**What the exercise asks**
Copy out the entries below exactly as they stand, but only from the line containing "Renders the picture" through the line containing "faces = bf; faceGroup = groups.faceGroup;".

[Items listed in a dataset]

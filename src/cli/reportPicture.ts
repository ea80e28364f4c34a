/**
 * The command line's picture of a result file for a report, made without a browser: the boundary
 * surface coloured by a field with the viewer's colour map (`src/view/colorMaps.ts`), the probes' cuts,
 * lines and points, rendered by the software rasteriser (`src/study/rasterise.ts`) and encoded as PNG;
 * pins and legend as an SVG overlay (`src/ui/reportOverlay.ts`) so their text stays crisp. It frames the
 * view as the viewer opens a file: isometric, outer boundaries that enclose a body hidden, surfaces made
 * see-through when probes lie inside them.
 */
import type { Dataset } from '../model/dataset.ts';
import { findField } from '../model/piece.ts';
import type { ProbeOutcome, SetEvaluation } from '../study/evaluate.ts';
import { encodePng } from '../study/pngEncode.ts';
import type { ReportPicture } from '../study/reportHtml.ts';
import { fitCamera, projection, rasterise, type Mark, type TriangleLayer } from '../study/rasterise.ts';
import { headline } from '../study/resultTables.ts';
import { unitByName } from '../study/units.ts';
import type { UnitsDoc } from '../study/probeSet.ts';
import { getBoundaryFaces, getSurfaceGroups } from '../surface/surfaceCache.ts';
import { overlaySvg, pinRow, type OverlayPin } from '../ui/reportOverlay.ts';
import { DEFAULT_COLOR_MAP, colorMap } from '../view/colorMaps.ts';
import { basisOf } from '../study/axisTriad.ts';
import { drawFaces, faceValues, surfaceCellFaces } from '../surface/surfaceDrawing.ts';
import type { FieldChoice } from '../surface/surfaceDrawing.ts';

/** Options of `reportPicture`. */
export interface PictureOptions {
  /** Pixels. Default 1200 × 800. */
  width: number;
  height: number;
  /** Colouring field `name`, `point:name`, `cell:name`, with `:x|:y|:z|:magnitude` for a vector part; default: a pressure field, else the first. */
  color: string | undefined;
  /** Picture file name in the report folder. */
  file: string;
}

export const PICTURE_DEFAULTS: PictureOptions = { width: 1200, height: 800, color: undefined, file: 'view.png' };

/** Colour of line probes and points (the viewer's accent). */
const MARK_RGB: [number, number, number] = [0x1d, 0x4e, 0xd8];

/** The field to colour by (see `PictureOptions.color`), or undefined when the file has none. */
export function colorChoice(d: Dataset, spec: string | undefined): FieldChoice | undefined {
  const p0 = d.pieces[0];
  if (!p0) return undefined;
  const all = [...p0.pointData, ...p0.cellData].filter((f) => f.components <= 3 && d.pieces.every((p) => findField(p, f.name, f.association as 'point' | 'cell')));
  if (spec === undefined) {
    const f = all.find((x) => /^p$|pressure/i.test(x.name)) ?? all[0];
    return f ? { name: f.name, association: f.association as 'point' | 'cell', component: f.components === 1 ? 0 : -1 } : undefined;
  }
  const m = /^(?:(point|cell):)?(.+?)(?::(x|y|z|magnitude))?$/.exec(spec)!;
  const f = all.find((x) => x.name === m[2] && (!m[1] || x.association === m[1]));
  if (!f) throw new Error(`--color: no field "${spec}" to colour by (fields: ${all.map((x) => `${x.name} (${x.association})`).join(', ') || 'none'})`);
  const component = f.components === 1 ? 0 : m[3] && m[3] !== 'magnitude' ? 'xyz'.indexOf(m[3]) : -1;
  return { name: f.name, association: f.association as 'point' | 'cell', component };
}

/** Values of the colouring field on a cut's triangles, in drawing order (NaN when the cut lacks the field). */
function cutValues(shape: Extract<NonNullable<ProbeOutcome['shapes']>[number], { kind: 'triangles' }>, c: FieldChoice | undefined): { positions: Float64Array; values: Float32Array | null } {
  const s = shape.set, nt = s.indices.length / 3;
  const positions = new Float64Array(9 * nt);
  for (let t = 0; t < nt; t++) for (let j = 0; j < 3; j++) {
    const v = s.indices[3 * t + j]!;
    positions[9 * t + 3 * j] = s.positions[3 * v]!; positions[9 * t + 3 * j + 1] = s.positions[3 * v + 1]!; positions[9 * t + 3 * j + 2] = s.positions[3 * v + 2]!;
  }
  const f = c ? s.fields.find((x) => x.name === c.name && x.association === c.association) : undefined;
  if (!c || !f) return { positions, values: null };
  const values = new Float32Array(3 * nt), nc = f.components;
  const at = (i: number): number => {
    if (nc === 1) return f.values[i]!;
    if (c.component >= 0) return f.values[i * nc + c.component]!;
    let q = 0;
    for (let k = 0; k < nc; k++) q += f.values[i * nc + k]! ** 2;
    return Math.sqrt(q);
  };
  for (let t = 0; t < nt; t++) for (let j = 0; j < 3; j++) values[3 * t + j] = at(f.association === 'point' ? s.indices[3 * t + j]! : t);
  return { positions, values };
}

type Box = [number, number, number, number, number, number];

/** Groups hidden at first, as the viewer does: outer boundaries enclosing another group. */
function enclosing(groupBounds: readonly Box[], all: Box): Set<number> {
  const tol = 1e-6 * Math.hypot(all[1] - all[0], all[3] - all[2], all[5] - all[4]);
  const touchesAll = (g: Box) => [0, 1, 2, 3, 4, 5].every((i) => Math.abs(g[i]! - all[i]!) <= tol);
  const inside = (g: Box) => [0, 2, 4].every((i) => g[i]! > all[i]! + tol) && [1, 3, 5].every((i) => g[i]! < all[i]! - tol);
  const hasInner = groupBounds.some(inside);
  return new Set(hasInner ? groupBounds.map((g, i) => (touchesAll(g) ? i : -1)).filter((i) => i >= 0) : []);
}

function boxOf(P: ArrayLike<number>): Box {
  const b: Box = [Infinity, -Infinity, Infinity, -Infinity, Infinity, -Infinity];
  for (let i = 0; i < P.length; i += 3) {
    const x = P[i]!, y = P[i + 1]!, z = P[i + 2]!;
    if (x < b[0]) b[0] = x; if (x > b[1]) b[1] = x; if (y < b[2]) b[2] = y; if (y > b[3]) b[3] = y; if (z < b[4]) b[4] = z; if (z > b[5]) b[5] = z;
  }
  return b;
}

/** Renders the picture of one file with its probes (the evaluation must be made with `keepShapes`). */
export function reportPicture(d: Dataset, ev: SetEvaluation, units: UnitsDoc | undefined, options: Partial<PictureOptions> = {}): ReportPicture {
  const o = { ...PICTURE_DEFAULTS, ...options };
  const choice = colorChoice(d, o.color);
  const bf = getBoundaryFaces(d);
  let faces, faceGroup: Int32Array | null = null, hidden = new Set<number>(), groupBoxes: Box[] = [];
  if (bf.count > 0) {
    const groups = getSurfaceGroups(d);
    faces = bf; faceGroup = groups.faceGroup;
    groupBoxes = groups.groups.map((g) => [...g.bounds] as Box);
    const all = groupBoxes.reduce<Box>((a, g) => [Math.min(a[0], g[0]), Math.max(a[1], g[1]), Math.min(a[2], g[2]), Math.max(a[3], g[3]), Math.min(a[4], g[4]), Math.max(a[5], g[5])],
      [Infinity, -Infinity, Infinity, -Infinity, Infinity, -Infinity]);
    hidden = enclosing(groupBoxes, all);
  } else faces = surfaceCellFaces(d);
  const drawing = drawFaces(d, faces, faceGroup);
  const vals = choice ? faceValues(d, faces, choice) : null;
  // keep the shown groups' triangles only
  const nt = drawing.positions.length / 9;
  let kept = 0;
  const pos = new Float64Array(drawing.positions.length), val = vals ? new Float32Array(vals.values.length) : null;
  for (let t = 0; t < nt; t++) {
    if (hidden.has(drawing.groups[3 * t]!)) continue;
    for (let k = 0; k < 9; k++) pos[9 * kept + k] = drawing.positions[9 * t + k]!;
    if (val) for (let k = 0; k < 3; k++) val[3 * kept + k] = vals!.values[3 * t + k]!;
    kept++;
  }
  const surfPos = pos.subarray(0, 9 * kept), surfVal = val ? val.subarray(0, 3 * kept) : null;
  let lo = Infinity, hi = -Infinity;
  if (surfVal) for (const v of surfVal) { if (v < lo) lo = v; if (v > hi) hi = v; }
  const map = colorMap(DEFAULT_COLOR_MAP);
  const range: [number, number] = Number.isFinite(lo) ? [lo, hi > lo ? hi : lo + 1] : [0, 1];

  const layers: TriangleLayer[] = [], marks: Mark[] = [];
  let cuts = false;
  const box = boxOf(surfPos.length ? surfPos : drawing.positions);
  const grow = (x: number, y: number, z: number) => {
    box[0] = Math.min(box[0], x); box[1] = Math.max(box[1], x); box[2] = Math.min(box[2], y); box[3] = Math.max(box[3], y); box[4] = Math.min(box[4], z); box[5] = Math.max(box[5], z);
  };
  // a failed probe is not drawn (a point outside the mesh would only stretch the frame)
  for (const p of ev.probes) for (const s of p.ok ? p.shapes ?? [] : []) {
    if (s.kind === 'triangles') { const c = cutValues(s, choice); layers.push({ positions: c.positions, values: c.values, color: [147, 197, 253] }); cuts = true; }
    else if (s.kind === 'segment') { marks.push({ from: s.from, to: s.to, color: MARK_RGB, width: 2.5 }); grow(...s.from); grow(...s.to); }
    else { marks.push({ from: s.at, to: s.at, color: MARK_RGB, width: 7 }); grow(...s.at); }
  }
  // a cut lies inside the walls: let it show through, as the viewer does when a plane is added
  layers.push({ positions: surfPos, values: surfVal, opacity: cuts ? 0.35 : 1 });
  const cam = fitCamera(box, o.width, o.height);
  const rgba = rasterise(cam, layers, marks, { colors: map.colors, range });
  const proj = projection(cam);
  const pins: OverlayPin[] = [];
  let outside = 0;
  for (const p of ev.probes) {
    if (!p.anchor) continue;
    const a = proj.project(...p.anchor);
    if (a.behind || a.x < 0 || a.y < 0 || a.x > o.width || a.y > o.height) { outside++; continue; }
    const rows = p.ok ? headline(p, 3).map((q) => pinRow(q.label, q.value, q.unit)) : [`FAILED: ${(p.error ?? '').slice(0, 60)}`];
    pins.push({ id: p.id, x: a.x, y: a.y, title: p.label, rows });
  }
  const unit = choice ? units?.fields?.[choice.name] ?? unitByName(choice.name) : '';
  const comps = choice ? findField(d.pieces[0]!, choice.name, choice.association)?.components ?? 1 : 1;
  const part = !choice || comps === 1 ? '' : choice.component >= 0 ? ` (${'xyz'[choice.component]})` : ' (magnitude)';
  const legend = choice ? { title: `${choice.name}${part}`, unit, range, map } : null;
  return {
    file: o.file, png: encodePng(o.width, o.height, rgba), width: o.width, height: o.height,
    caption: `${ev.source}: boundary surfaces${choice ? ` coloured by ${choice.name}${part}` : ''}, isometric view, with the probes and their first numbers (software rendering)` +
      `${hidden.size ? '; outer boundary hidden' : ''}${outside ? `; ${outside} probe${outside > 1 ? 's' : ''} outside the picture (see the tables)` : ''}`,
    overlay: overlaySvg(o.width, o.height, pins, legend, basisOf(cam.eye, cam.target, cam.up)),
  };
}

**Response to this exercise**
/** Renders the picture of one file with its probes (the evaluation must be made with `keepShapes`). */
export function reportPicture(d: Dataset, ev: SetEvaluation, units: UnitsDoc | undefined, options: Partial<PictureOptions> = {}): ReportPicture {
  const o = { ...PICTURE_DEFAULTS, ...options };
  const choice = colorChoice(d, o.color);
  const bf = getBoundaryFaces(d);
  let faces, faceGroup: Int32Array | null = null, hidden = new Set<number>(), groupBoxes: Box[] = [];
  if (bf.count > 0) {
    const groups = getSurfaceGroups(d);
    faces = bf; faceGroup = groups.faceGroup;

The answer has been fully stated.